Google+ is Awesome. Facebook Maimed, Twitter Mortally Wounded? - kkleiner
http://singularityhub.com/2011/07/06/google-is-awesome-facebook-maimed-twitter-mortally-wounded/

======
raganwald
_The Google+ circles concept is powerful and easy to use. It represents the
defining, foundational difference between Google´s and Facebook´s vision for
social networking. If this new model takes off with users, then Facebook will
find itself in the uncomfortable position of having to replicate these
features within its own platform. Unfortunately for Facebook, moving to this
new paradigm will not be possible overnight. We are talking about a major
architectural overhaul.
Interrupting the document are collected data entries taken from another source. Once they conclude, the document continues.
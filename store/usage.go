package store

import (
	"context"
	"encoding/json"
	"fmt"
	"time"

	"github.com/jackc/pgx/v5"

	"github.com/rotorwright/rotorwright/fleet"
)

// UsageSum is what a subject went through over a stretch: time in service,
// flights, revolutions at its position (motors and propellers) and
// equivalent full cycles (packs).
type UsageSum struct {
	Hours, Flights, Revolutions, Cycles float64
}

// SubjectUsage is one subject of a rule with its usage summed by the
// database: the latest work record against the rule (nil: never done), the
// moment counting starts (that record, else the subject's start), the use
// from then on, and the use over the trailing window from recentFrom on.
type SubjectUsage struct {
	Subject
	LastDone *time.Time
	Since    time.Time
	Used     UsageSum
	Recent   UsageSum
}

// RuleUsage lists the subjects of a rule as RuleSubjects does, each with its
// usage summed in one statement: the same flights Uses returns (an
// airframe's own, a pack's, or those a part was fitted for at take-off),
// counted from the last work record on and over the window from recentFrom
// on. It reads no flight row into Go, so a fleet's due list costs a
// statement per rule, not rows per flight.
func (db *DB) RuleUsage(ctx context.Context, r *fleet.ServiceRule, airframeID string, packs []string, recentFrom time.Time) ([]SubjectUsage, error) {
	q, args := RuleUsageSQL(r, airframeID, packs)
	rows, err := db.pool.Query(ctx, q, append(args, r.ID, recentFrom)...)
	if err != nil {
		return nil, translate(err)
	}
	return collect(rows, func(row pgx.Row) (SubjectUsage, error) {
		var s SubjectUsage
		return s, row.Scan(&s.Kind, &s.ID, &s.Name, &s.AirframeID, &s.PartNumber, &s.Position, &s.Start,
			&s.LastDone, &s.Since, &s.Used.Hours, &s.Used.Flights, &s.Used.Revolutions, &s.Used.Cycles,
			&s.Recent.Hours, &s.Recent.Flights, &s.Recent.Revolutions, &s.Recent.Cycles)
	})
}

// RuleUsageSQL is RuleUsage's statement and its leading arguments; the rule
// id and recentFrom follow them (exported for the benchmark's floor).
func RuleUsageSQL(r *fleet.ServiceRule, airframeID string, packs []string) (string, []any) {
	subjects, args := subjectsSQL(r, airframeID, packs)
	rule, recent := fmt.Sprintf("$%d::uuid", len(args)+1), fmt.Sprintf("$%d::timestamptz", len(args)+2)
	// d: the subjects with their last work record and counting start,
	// materialized so each is read once, not once per reference. A record
	// a later one corrects no longer counts (WorkDone's rule); judging now,
	// the latest of them all counts.
	q := `
		WITH s (kind, id, name, airframe_id, part_number, position, start) AS (` + subjects + `),
		d AS MATERIALIZED (
			SELECT s.*, w.last, coalesce(w.last, s.start) AS since FROM s
			LEFT JOIN LATERAL (
				SELECT max(w.at) AS last FROM work_records w
				WHERE w.rule_id = ` + rule + ` AND CASE WHEN s.kind = 'airframe' THEN w.airframe_id = s.id ELSE w.part_id = s.id END
				  AND NOT EXISTS (SELECT 1 FROM work_records c WHERE c.corrects_id = w.id)) w ON true)`
	cols := `d.kind, d.id, d.name, d.airframe_id, d.part_number, d.position, d.start, d.last, d.since`
	if r.FlightHours == nil && r.Flights == nil && r.Revolutions == nil && r.Cycles == nil {
		// No limit counts use (days, events, health only): nothing to sum.
		// (The window is named only to keep the parameters the same.)
		return q + `
		SELECT ` + cols + `, 0::float8, 0::float8, 0::float8, 0::float8, 0::float8, 0::float8, 0::float8, 0::float8
		FROM d WHERE ` + recent + ` IS NOT NULL`, args
	}
	// The use of each subject from its counting start and over the window:
	// time in the air (summed as intervals, exact integer microseconds,
	// turned into float8 hours once per subject: no numeric arithmetic per
	// flight), flights, revolutions, cycles.
	sums := func(from string) string {
		return `sum(u.air) FILTER (WHERE u.t >= ` + from + `), count(*) FILTER (WHERE u.t >= ` + from + `),
				coalesce(sum(u.rev) FILTER (WHERE u.t >= ` + from + `), 0), coalesce(sum(u.cyc) FILTER (WHERE u.t >= ` + from + `), 0)`
	}
	agg := func(subject, flights string) string {
		return `SELECT ` + sums(subject+".since") + `, ` + sums(recent) + ` FROM (` + flights + `) u`
	}
	const out = `air, n, rev, cyc, recent_air, recent_n, recent_rev, recent_cyc`
	// (a part with no flights has no sums: nulls become zeros.)
	final := `coalesce(` + hoursOf("a.air") + `, 0), coalesce(a.n, 0)::float8, coalesce(a.rev, 0), coalesce(a.cyc, 0),
			coalesce(` + hoursOf("a.recent_air") + `, 0), coalesce(a.recent_n, 0)::float8, coalesce(a.recent_rev, 0),
			coalesce(a.recent_cyc, 0)`
	// The flights of each subject x from the earlier of its counting start
	// and the window on, as Uses reads them: take-off, time in the air,
	// revolutions, cycles.
	switch {
	case r.AppliesTo == "airframe":
		flights := `SELECT fl.takeoff_at AS t, fl.landing_at - fl.takeoff_at AS air, 0::float8 AS rev, 0::float8 AS cyc
			FROM flights fl WHERE fl.airframe_id = d.id AND fl.takeoff_at >= least(d.since, ` + recent + `)`
		return q + `
		SELECT ` + cols + `, ` + final + `
		FROM d CROSS JOIN LATERAL (` + agg("d", flights) + `) a (` + out + `)`, args
	case r.AppliesTo == string(fleet.KindPack):
		flights := `SELECT fl.takeoff_at AS t, fl.landing_at - fl.takeoff_at AS air, 0::float8 AS rev,
				coalesce(fp.charge_mah / nullif((p.specs->>'rated_mah')::float8, 0), ` + unmeasuredCycles + `) AS cyc
			FROM flight_packs fp JOIN flights fl ON fl.id = fp.flight_id JOIN parts p ON p.id = fp.part_id
			WHERE fp.part_id = d.id AND fl.takeoff_at >= least(d.since, ` + recent + `)`
		return q + `
		SELECT ` + cols + `, ` + final + `
		FROM d CROSS JOIN LATERAL (` + agg("d", flights) + `) a (` + out + `)`, args
	}
	// A part: the flights its fits were on board for (fitAtTakeoff). Parts
	// fitted over the same span of the same airframe and counting from the
	// same moment share their flights (a quad's four propellers fitted
	// together), so each distinct span is summed once and its sums go to
	// every part that had it; a part's fits never overlap, so the sums
	// over its spans add up. Revolutions depend on the position, which
	// then joins the span; motor_runs has one row per flight and position
	// (its key), so its join adds no flights.
	pos, rev, runs := `NULL::text`, `0::float8`, ``
	if r.Revolutions != nil {
		pos, rev = `f.position`, `coalesce(mr.revolutions, 0)`
		runs = `LEFT JOIN motor_runs mr ON mr.flight_id = fl.id AND mr.position = x.pos`
	}
	flights := `SELECT fl.takeoff_at AS t, fl.landing_at - fl.takeoff_at AS air, ` + rev + ` AS rev, 0::float8 AS cyc
			FROM flights fl ` + runs + `
			WHERE fl.airframe_id = x.airframe_id AND fl.takeoff_at >= x.lo AND (x.hi IS NULL OR fl.takeoff_at < x.hi)
			  AND fl.takeoff_at >= least(x.since, ` + recent + `)`
	return q + `,
		span AS MATERIALIZED (
			SELECT f.airframe_id, lower(f.during) AS lo, upper(f.during) AS hi, ` + pos + ` AS pos, d.since,
				array_agg(d.id) AS parts
			FROM d JOIN fits f ON f.part_id = d.id
			GROUP BY 1, 2, 3, 4, 5),
		a AS (
			SELECT p.id, sum(a.air) AS air, sum(a.n) AS n, sum(a.rev) AS rev, sum(a.cyc) AS cyc,
				sum(a.recent_air) AS recent_air, sum(a.recent_n) AS recent_n, sum(a.recent_rev) AS recent_rev,
				sum(a.recent_cyc) AS recent_cyc
			FROM span x CROSS JOIN LATERAL (` + agg("x", flights) + `) a (` + out + `)
			CROSS JOIN unnest(x.parts) AS p (id)
			GROUP BY p.id)
		SELECT ` + cols + `, ` + final + `
		FROM d LEFT JOIN a ON a.id = d.id`, args
}

// hoursOf turns an interval expression into float8 hours.
func hoursOf(interval string) string {
	return `extract(epoch FROM ` + interval + `)::float8 / 3600`
}

// ScopeEvents returns the events of the kinds in a scope, oldest first: the
// whole fleet when airframeID is empty, else those on the airframe or naming
// one of the parts (SubjectEvents for many subjects in one read; the caller
// matches each to its subject).
func (db *DB) ScopeEvents(ctx context.Context, kinds []string, airframeID string, parts []string) ([]*fleet.Event, error) {
	if len(kinds) == 0 {
		return nil, nil
	}
	rows, err := db.pool.Query(ctx, `
		SELECT `+eventCols+` FROM events
		WHERE kind = ANY($1) AND ($2::uuid IS NULL OR airframe_id = $2 OR part_id = ANY($3::uuid[]))
		ORDER BY at`, kinds, nilIfEmpty(airframeID), parts)
	if err != nil {
		return nil, translate(err)
	}
	return collect(rows, scanEvent)
}

// PartHealths returns the stored health views of the parts, by part (a part
// never computed is missing).
func (db *DB) PartHealths(ctx context.Context, partIDs []string) (map[string]json.RawMessage, error) {
	return db.views(ctx, `SELECT part_id::text, view FROM part_health WHERE part_id = ANY($1::uuid[])`, partIDs)
}

// AirframeTrendsOf returns the stored trends of the airframes, by airframe (an
// airframe never computed is missing).
func (db *DB) AirframeTrendsOf(ctx context.Context, airframeIDs []string) (map[string]json.RawMessage, error) {
	return db.views(ctx, `SELECT airframe_id::text, view FROM airframe_trends WHERE airframe_id = ANY($1::uuid[])`, airframeIDs)
}

func (db *DB) views(ctx context.Context, q string, ids []string) (map[string]json.RawMessage, error) {
	rows, err := db.pool.Query(ctx, q, ids)
	if err != nil {
		return nil, translate(err)
	}
	defer rows.Close()
	out := make(map[string]json.RawMessage, len(ids))
	for rows.Next() {
		var id string
		var v json.RawMessage
		if err := rows.Scan(&id, (*[]byte)(&v)); err != nil {
			return nil, translate(err)
		}
		out[id] = v
	}
	return out, translate(rows.Err())
}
In the meantime, Google will have a chance to attract
significant numbers of users and influence._

There's a massive assumption here that G+ is blindsiding Facebook. Obviously
there is no limit to human stupidity, however I'd personally be surprised if
adding a circles-like feature to Facebook is an architectural nightmare, or
that they haven't thought about it.

The idea that there are meetings at FB where people are saying "F___, we're
screwed" is implausible. This has been discussed for years, and I'd bet actual
money that FB engineers and/or product managers periodically propose adding
this feature and FB decides that the time is not yet ripe. If and when G+
demonstrates that people really, really want this functionality, I expect
Facebook will roll it out smoothly.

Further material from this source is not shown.